Records provided ->
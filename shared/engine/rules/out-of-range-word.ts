import { figure, text } from './finding-data';
import { reportProblem } from './report-problem';
import { defineRule } from './rule';

/** A word whose value its letter does not allow. */
export const outOfRangeWord = defineRule({
  id: 'out-of-range-word',
  group: 'reading',
  title: 'A value outside what its letter allows',
  severity: 'stop',
  protects: 'The run from an alarm, or from a controller that rounds the value to something else.',
  explanation:
    'F and S may not be negative; T, H, D and counts are whole numbers, within 0.0001 (NISTIR 6556, 3.2.2.1); a G code has at most one decimal, an M code none.',
  examples: { bad: 'G21 G90 G54\nT1.5 M6\nM30', good: 'G21 G90 G54\nT1 M6\nM30' },
  word: (data) => {
    const what = text(data, 'what') || text(data, 'letter');
    const value = figure(data, 'value');
    const written = what.length > 1 ? what : `${what}${Number.isNaN(value) ? '' : value}`;
    switch (text(data, 'needs')) {
      case 'not-negative':
        return {
          message: `${written} is negative; ${text(data, 'letter')} has to be zero or more.`,
          advice: 'Write the value that is meant, without the minus sign.',
        };
      case 'whole':
        return {
          message: `${written} is not a whole number; ${text(data, 'letter')} has to be one.`,
          advice: 'Write the whole number that is meant.',
        };
      case 'code':
        return {
          message: `${written} is no code: ${text(data, 'letter') === 'G' ? 'a G code has at most one decimal' : 'an M code is a whole number'} and neither is negative.`,
          advice: 'Write the code that is meant.',
        };
      case 'positive':
        return {
          message: `${written} has to be more than zero.`,
          advice: 'Write the value that is meant.',
        };
      case 'in-table':
        return {
          message: `${written} names an offset that the table does not hold.`,
          advice: 'Enter the offset, or write the number that is meant.',
        };
      case 'pocket':
        return {
          message: `${written} names a pocket that the rack does not have.`,
          advice: 'Write the number of a pocket of this rack.',
        };
      case 'tool':
        return {
          message: 'This controller refuses T0; it does not put a tool away by it.',
          advice: 'Take the T0 change out, or put the tool away as this controller does.',
        };
      case 'offset-number':
        return {
          message: `${written} names no work offset of this controller.`,
          advice: 'Write the number of the work offset that is meant.',
        };
      default:
        return {
          message: `${written} is outside what ${text(data, 'letter')} allows here.`,
          advice: 'Write a value that the code allows.',
        };
    }
  },
  observe: (_shop, report) => reportProblem(report, 'out-of-range-word'),
});
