/**
 * Reads what posts and people write about a tool in comments. Only plain cases are taken: what could be
 * read in two ways is not read at all, because a false alarm costs more than a missed remark.
 */
export interface ToolComment {
  /** The tool number named; undefined when the comment names none. */
  readonly tool: number | undefined;
  /** As written, before any unit is applied. */
  readonly diameter: number | undefined;
  /** Present only when written with the diameter; otherwise the program's unit is meant. */
  readonly unit: 'mm' | 'inch' | undefined;
  readonly kind: ToolClass | undefined;
  /** Whether the cutter is tapered or pointed, so that its diameter may be any of several. */
  readonly isTapered: boolean;
}
/** Kinds of cutter that a comment and a tool list can contradict each other about. */
export type ToolClass = 'end' | 'ball' | 'drill' | 'v' | 'face' | 'saw' | 'probe' | 'knife';

const NUMBERED =
  /^\s*(?:T|TOOL(?:\s*(?:NO|NUMBER|NUM)\b\.?)?\s*[-:#=]?\s*T?)\s*(\d{1,5})(?:\.0*)?(?![\d.])/i;
const NUMBER = String.raw`(\d+[ -]\d+\/\d+|\d+\/\d+|\d+[.,]?\d*|[.,]\d+)`;
const UNIT = String.raw`\s*(mm\b|inch(?:es)?\b|in\b\.?|"|″|'')?`;
const NAMED_DIAMETER = new RegExp(
  String.raw`(?:\bD\s*=|\bdia(?:meter)?\b\.?\s*[-=:]?|Ø)\s*${NUMBER}${UNIT}`,
  'i',
);
const LEADING_MEASURE = new RegExp(String.raw`^[\s:=,|-]*${NUMBER}${UNIT}(.*)$`, 'i');
/** What a length in front of these words measures is not the cutter. */
const OTHER_LENGTH =
  /^\W*(?:x\b|×|deep|depth|thick|long|length|radius|rad\b|stock|shank|collet|doc\b|loc\b|flute length|step|stick|hole|pitch)/i;

/** What the comment says of a tool, or undefined when it says nothing that can be held against the list. */
export function readToolComment(comment: string): ToolComment | undefined {
  const numbered = NUMBERED.exec(comment);
  const said = numbered ? comment.slice(numbered[0].length) : comment;
  const measure = readDiameter(said);
  const kind = measure ? readClass(said) : undefined;
  // Without a number, a bare '18 mm' may be anything: stock, depth, a distance.
  if (!numbered && !(measure && (kind || NAMED_DIAMETER.test(said)))) return undefined;
  return {
    tool: numbered ? Number(numbered[1]) : undefined,
    diameter: measure?.diameter,
    unit: measure?.unit,
    kind,
    isTapered: isTapered(said, kind),
  };
}

function readDiameter(
  said: string,
): { readonly diameter: number; readonly unit: ToolComment['unit'] } | undefined {
  // 'D=1 H=1' names offset numbers, not sizes.
  const named = /\bH\s*=/i.test(said) ? null : NAMED_DIAMETER.exec(said);
  if (named) return measured(named[1]!, named[2]);
  const leading = LEADING_MEASURE.exec(said);
  if (!leading?.[2] || OTHER_LENGTH.test(leading[3]!)) return undefined;
  return measured(leading[1]!, leading[2]);
}

function measured(number: string, unit: string | undefined) {
  const diameter = valueOf(number);
  if (!(diameter > 0)) return undefined;
  if (unit === undefined) return { diameter, unit: undefined };
  return { diameter, unit: /mm/i.test(unit) ? ('mm' as const) : ('inch' as const) };
}

function valueOf(number: string): number {
  const fraction = /^(?:(\d+)[ -])?(\d+)\/(\d+)$/.exec(number);
  if (fraction) return Number(fraction[1] ?? 0) + Number(fraction[2]) / Number(fraction[3]);
  return Number(number.replace(',', '.'));
}

/** Words for each class; 'ball end mill' is a ball, 'slot drill' an end mill, so they stand first. */
const CLASS_WORDS: readonly (readonly [ToolClass, RegExp])[] = [
  ['ball', /\bball\b|ballnose/i],
  ['end', /end[ -]?mills?\b|\bslot[ -]drill\b|compression|up-?cut|down-?cut|\bstraight bit\b/i],
  [
    'drill',
    /(?<!slot[ -]|spot[ -]|cent(?:er|re)[ -]|spot|center|centre)\bdrill\b(?!\s*(?:holes?|all|the|cycle|\d))/i,
  ],
  ['v', /\bv-?bit\b|\bv-?carve\b|\bv-?groove\b|engrav/i],
  ['face', /\bface[ -]?mill\b|surfacing|fly[ -]?cutter/i],
  ['saw', /\bsaw\b/i],
  ['probe', /\bprobe\b/i],
  ['knife', /\bknife\b/i],
];
/** Cutters that go by several names, or by the name of another: nothing is concluded from these. */
const UNSURE =
  /chamfer|spot|cent(?:er|re)|countersink|counterbore|taper(?!\s*=)|thread|\btap\b|ream|form\b|dovetail|t-?slot|bull|lollipop|bor(?:e|ing)\b/i;

function readClass(said: string): ToolClass | undefined {
  if (UNSURE.test(said)) return undefined;
  const classes = CLASS_WORDS.filter(([, words]) => words.test(said)).map(([name]) => name);
  if (classes.length === 2 && classes[0] === 'ball' && classes[1] === 'end') return 'ball';
  if (classes.length === 2 && /\bslot[ -]drill\b/i.test(said)) return 'end';
  return classes.length === 1 ? classes[0] : undefined;
}

/** A drill's TAPER= is its point angle, which leaves its diameter plain. */
function isTapered(said: string, kind: ToolClass | undefined): boolean {
  if (kind === 'v') return true;
  if (/chamfer|countersink|taper(?!\s*=)|cone|conical|engrav|dovetail|spot|\bv\b/i.test(said))
    return true;
  return /taper\s*=/i.test(said) && kind !== 'drill' && !/drill/i.test(said);
}

/** The class of a kind in the tool list; undefined for kinds nothing can be said about. */
export function classOfKind(kind: string): ToolClass | undefined {
  switch (kind.trim().toLowerCase()) {
    case 'compression':
    case 'end-mill':
    case 'upcut':
    case 'downcut':
      return 'end';
    case 'ball':
      return 'ball';
    case 'drill':
      return 'drill';
    case 'v-bit':
      return 'v';
    case 'surfacing':
      return 'face';
    case 'saw':
      return 'saw';
    case 'probe':
      return 'probe';
    case 'knife':
      return 'knife';
    default:
      return undefined;
  }
}

/** Facing is often done with a plain large cutter, so these two do not contradict each other. */
export function classesAgree(one: ToolClass, other: ToolClass): boolean {
  return (
    one === other || (one === 'face' && other === 'end') || (one === 'end' && other === 'face')
  );
}
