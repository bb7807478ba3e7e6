import { test } from 'vitest';
import { checkRule } from '../testing/check-rule';
import { changedTools } from '../testing/test-shop';
import { tooWideForPocket } from './too-wide-for-pocket';

test('flags a cutter wider than its pocket takes', () => {
  checkRule(
    tooWideForPocket,
    { tools: changedTools({ 1: { diameter: 76.2 } }) },
    `
T1 M6
^^^^^ too-wide-for-pocket: T1 (10 mm end mill) is 76.2 mm (3 in) across at its widest; pocket 1 takes 50 mm (1.969 in).
M30
`,
  );
});

test('flags two tools that overlap where they stand', () => {
  checkRule(
    tooWideForPocket,
    {
      tools: changedTools({
        1: { holder: { taper: 'ISO30', diameter: 160, above: 72 } },
        2: { holder: { taper: 'ISO30', diameter: 160, above: 72 } },
      }),
      rack: {
        pockets: [1, 2].map((number) => ({
          number,
          grip: { x: 100 + 150 * number, y: 2560, z: -125 },
          opens: '-y',
          largestDiameter: 200,
          longest: 190,
          taper: 'ISO30',
        })),
      },
      loading: {
        pockets: [
          { pocket: 1, tool: 1 },
          { pocket: 2, tool: 2 },
        ],
      },
    },
    `
T1 M6
^^^^^ too-wide-for-pocket: T1 (10 mm end mill) in pocket 1 overlaps T2 in pocket 2 by 10 mm (0.394 in).
M30
`,
  );
});

test('allows a tool exactly as wide as its pocket', () => {
  checkRule(
    tooWideForPocket,
    { tools: changedTools({ 1: { diameter: 50 } }) },
    `
T1 M6
M30
`,
  );
});
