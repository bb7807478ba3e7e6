import { LIMIT_SLACK } from '../geometry/tolerance';
import type { Opening, Rack, Tool } from '../shop/setup';
import type { Shop } from '../shop/shop';
import { figure, toolWords } from './finding-data';
import { exampleRack } from './example-parts';
import { defineRule } from './rule';
import { watchToolsHandled } from './watch-tools-handled';

/** A tool that cannot be lifted over the parked ones it has to cross. */
export const tooLongToCross = defineRule({
  id: 'too-long-to-cross',
  group: 'tools',
  title: 'The tool is too long to be carried over the parked ones',
  severity: 'stop',
  protects: 'Every parked holder in the way of the held tip.',
  explanation:
    'Only where the pocket opens away from the table: the head then has to carry the tool over the row of parked holders, straight or by way of its end. At the greatest Z a change may use, the tip has to be above the highest parked pull stud. Where pockets open towards the table nothing is crossed, and this is silent. A rack that is passed around its end is not known here.',
  examples: {
    setup: exampleRack({ opens: '+y' }),
    bad: 'G21 G90 G54\nT1 M6\nM30',
    good: 'G21 G90 G54\nG53 G0 Z0\nM30',
  },
  word: (data, lengths) => ({
    message: `${toolWords(data)} is ${lengths.length(figure(data, 'by'))} too long to be carried over the parked tools: at the top of Z its tip is at ${lengths.position('z', figure(data, 'tip'))}, the highest parked stud at ${lengths.position('z', figure(data, 'top'))}.`,
    advice: `Set the cutter of T${figure(data, 'tool')} shorter, or use a rack whose pockets open towards the table.`,
  }),
  observe: (shop, report) =>
    watchToolsHandled(shop, ({ tool, place, pockets }, state) => {
      const { rack, machine } = shop.setup;
      const opens = pockets.map((each) => shop.pocketByNumber.get(each)?.opens);
      if (!opens.some((each) => each === awayFromTable(rack))) return;
      const tip = (machine.changeTravel.z ?? machine.travel.z)[1] - tool.gaugeLength;
      const top = highestParked(shop, tool);
      const by = top - tip;
      if (by <= LIMIT_SLACK) return;
      const { number, name } = tool;
      const data = { tool: number, name, by, tip, top };
      report.found({ cause: `T${number}`, by, at: place, tool: number, data }, state);
    }),
});

function awayFromTable({ edge }: Rack): Opening {
  const away = { front: '-y', back: '+y', left: '-x', right: '+x' } as const;
  return away[edge];
}

function highestParked(shop: Shop, held: Tool): number {
  let top = -Infinity;
  for (const { pocket, tool } of shop.setup.loading.pockets) {
    const parked = shop.toolByNumber.get(tool);
    const place = shop.pocketByNumber.get(pocket);
    if (parked && place && parked !== held) top = Math.max(top, place.grip.z + parked.holder.above);
  }
  return top;
}
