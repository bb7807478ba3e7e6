import { describe, test } from 'vitest';
import { checkRule } from '../testing/check-rule';
import { spindleOnAtChange } from './spindle-on-at-change';

describe('spindle-on-at-change', () => {
  test('flags a change called while the spindle turns', () => {
    checkRule(
      spindleOnAtChange,
      { controller: { changeStopsSpindle: false } },
      `
G21 G90 G54
T1 M6
S18000 M3
T2 M6
^^^^^ spindle-on-at-change (stop): The spindle still turns clockwise as the tool change is called, started at line 3.
M30
`,
    );
  });

  test('flags an M5 that stands on the change block itself', () => {
    checkRule(
      spindleOnAtChange,
      { controller: { changeStopsSpindle: false } },
      `
G21 G90 G54
T1 M6
S18000 M3
M5 T2 M6
   ^^^^^ spindle-on-at-change
M30
`,
    );
  });

  test('stays silent after M5, and where the controller stops the spindle by itself', () => {
    checkRule(
      spindleOnAtChange,
      {},
      `
G21 G90 G54
T1 M6
S18000 M3
T2 M6
S18000 M3
M5
T3 M6
M30
`,
    );
  });

  test('only holds it where a macro that was not walked may stop the spindle', () => {
    checkRule(
      spindleOnAtChange,
      { controller: { changeStopsSpindle: false, toolChange: 'macro' } },
      `
G21 G90 G54
T1 M6
S18000 M3
T2 M6
^^^^^ spindle-on-at-change (hold, unattended stop)
M30
`,
    );
  });
});
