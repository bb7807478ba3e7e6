import { text } from './finding-data';
import { isProgramMotion } from './mode-not-stated';
import { defineRule } from './rule';

/** The unit changes after the program has begun to move. */
export const unitsChange = defineRule({
  id: 'units-change',
  group: 'state',
  title: 'Units change in the middle of the program',
  severity: 'hold',
  hold: 'judge',
  protects: 'The second half of the work from another scale than the first.',
  explanation:
    'G20 and G21 both hold in the course of one program. It is legal, and the check converts, but it mostly comes from two files joined. A second unit word before anything has moved is silent: the last one counts.',
  examples: {
    bad: 'G21 G90 G54\nG0 X10\nG20\nG0 X2\nM30',
    good: 'G20\nG21 G90 G54\nG0 X10\nG21\nG0 X2\nM30',
  },
  word: (data) => ({
    message: `Units change from ${unitWords(text(data, 'from'))} to ${unitWords(text(data, 'to'))} after the program has begun to move.`,
    advice: 'Post the whole program in one unit.',
  }),
  observe: (_shop, report) => {
    let hasMoved = false;
    return {
      quiet(quiet) {
        if (!hasMoved) quiet.close();
      },
      motion(motion) {
        if (!hasMoved && isProgramMotion(motion)) hasMoved = true;
      },
      modal({ what, from, to, place }, state) {
        if (what !== 'units' || from === to || !hasMoved) return;
        report.found({ cause: to, at: place, data: { from, to } }, state);
      },
    };
  },
});

function unitWords(units: string): string {
  return units === 'inch' ? 'inches' : 'millimetres';
}
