import { test } from 'vitest';
import { checkRule } from '../testing/check-rule';
import { workOffsetNotStated } from './work-offset-not-stated';

test('flags the first move where the end code is not known to reset', () => {
  checkRule(
    workOffsetNotStated,
    { controller: { language: 'custom-macro' } },
    `
G21 G90
G0 X10
| work-offset-not-stated (hold): The program moves without having stated a work offset; this controller would use G54 if nothing changed it.
M30
`,
  );
});

test('notes it where M30 selects the first offset again', () => {
  checkRule(
    workOffsetNotStated,
    {},
    `
G21 G90
G0 X10
| work-offset-not-stated (note)
M30
`,
  );
});

test('allows an offset stated anywhere before the first program move', () => {
  checkRule(
    workOffsetNotStated,
    { controller: { language: 'custom-macro' } },
    `
G21 G90
T1 M6
G53 G0 Z0
G55
G0 X10
M30
`,
  );
});
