import { wordFold } from '../report/fold-words';
import { lengthWords, type ReaderUnits } from '../report/length-words';
import type { FindingData } from '../report/report';
import { RULES } from './catalogue';
import type { Rule, Wording } from './rule';

const RULE_BY_ID: ReadonlyMap<string, Rule> = new Map(RULES.map((rule) => [rule.id, rule]));

/**
 * Words a stored finding from its figures, in the reader's unit; with `both` it gives the report's own
 * sentence. A rule this engine does not know (an older report) is said to be so.
 */
export function wordFinding(
  finding: { readonly rule: string; readonly data: FindingData },
  units: ReaderUnits,
): Wording {
  const { folded } = finding.data;
  if (typeof folded === 'number') return wordFold(folded);
  const rule = RULE_BY_ID.get(finding.rule);
  if (rule) return rule.word(finding.data, lengthWords(units));
  return {
    message: `The rule ${finding.rule} is not known to this version.`,
    advice: 'Check the program again to see the finding in today’s words.',
  };
}
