import { test } from 'vitest';
import { checkRule } from '../testing/check-rule';
import { notModelled } from './not-modelled';

test('flags a code nobody told it about', () => {
  checkRule(
    notModelled,
    {},
    `
M250
^^^^ not-modelled: M250 is not modelled by this check.
M30
`,
  );
});

test('flags what depends on a parameter that nobody states', () => {
  checkRule(
    notModelled,
    {},
    `
G0 X[#100+2]
   ^^^^^^^^^ not-modelled: X[#100+2] depends on #100, which is not known before the run.
M30
`,
  );
});

test('flags a rounded corner and goes to its end point', () => {
  checkRule(
    notModelled,
    {},
    `
G0 X10,R2
      ^^^ not-modelled: ,R2 rounds or breaks the corner there, which this check does not follow.
M30
`,
  );
});

test('allows values that are worked out', () => {
  checkRule(
    notModelled,
    {},
    `
#1=5
#<depth>=[#1/2]
G0 X[1+2] Y#1 Z[0-#<depth>]
M30
`,
  );
});

test('flags flow words that have no place in the published language', () => {
  checkRule(
    notModelled,
    { controller: { switches: { strict: true } } },
    `
o100 sub
^^^^^^^^ not-modelled: o100 sub steers the order of the blocks, which this check does not follow.
M30
`,
  );
});

test('flags a modal call, which is not followed', () => {
  checkRule(
    notModelled,
    {},
    `
G66 P100 A1
^^^ not-modelled: G66 calls another program, which this check does not follow.
M30
`,
  );
});

test('allows what an ordinary post writes', () => {
  checkRule(
    notModelled,
    {},
    `
O1001 (DOOR)
G21 G17 G90 G94 G54 G40 G49 G80
T1 M6
S18000 M3
M8
G0 X0 Y0
G43 H1 Z5
G1 Z1 F1000
G2 X10 Y10 I10 J0
G98 G81 X5 Y5 Z-5 R2
G80
M9
G53 G0 Z0
G91 G28 X0
G90
M1
M30
`,
  );
});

Work to complete -> If a line holds the string "another", it counts; please state how many such lines there are in the data, with nothing more.

Reply -> 3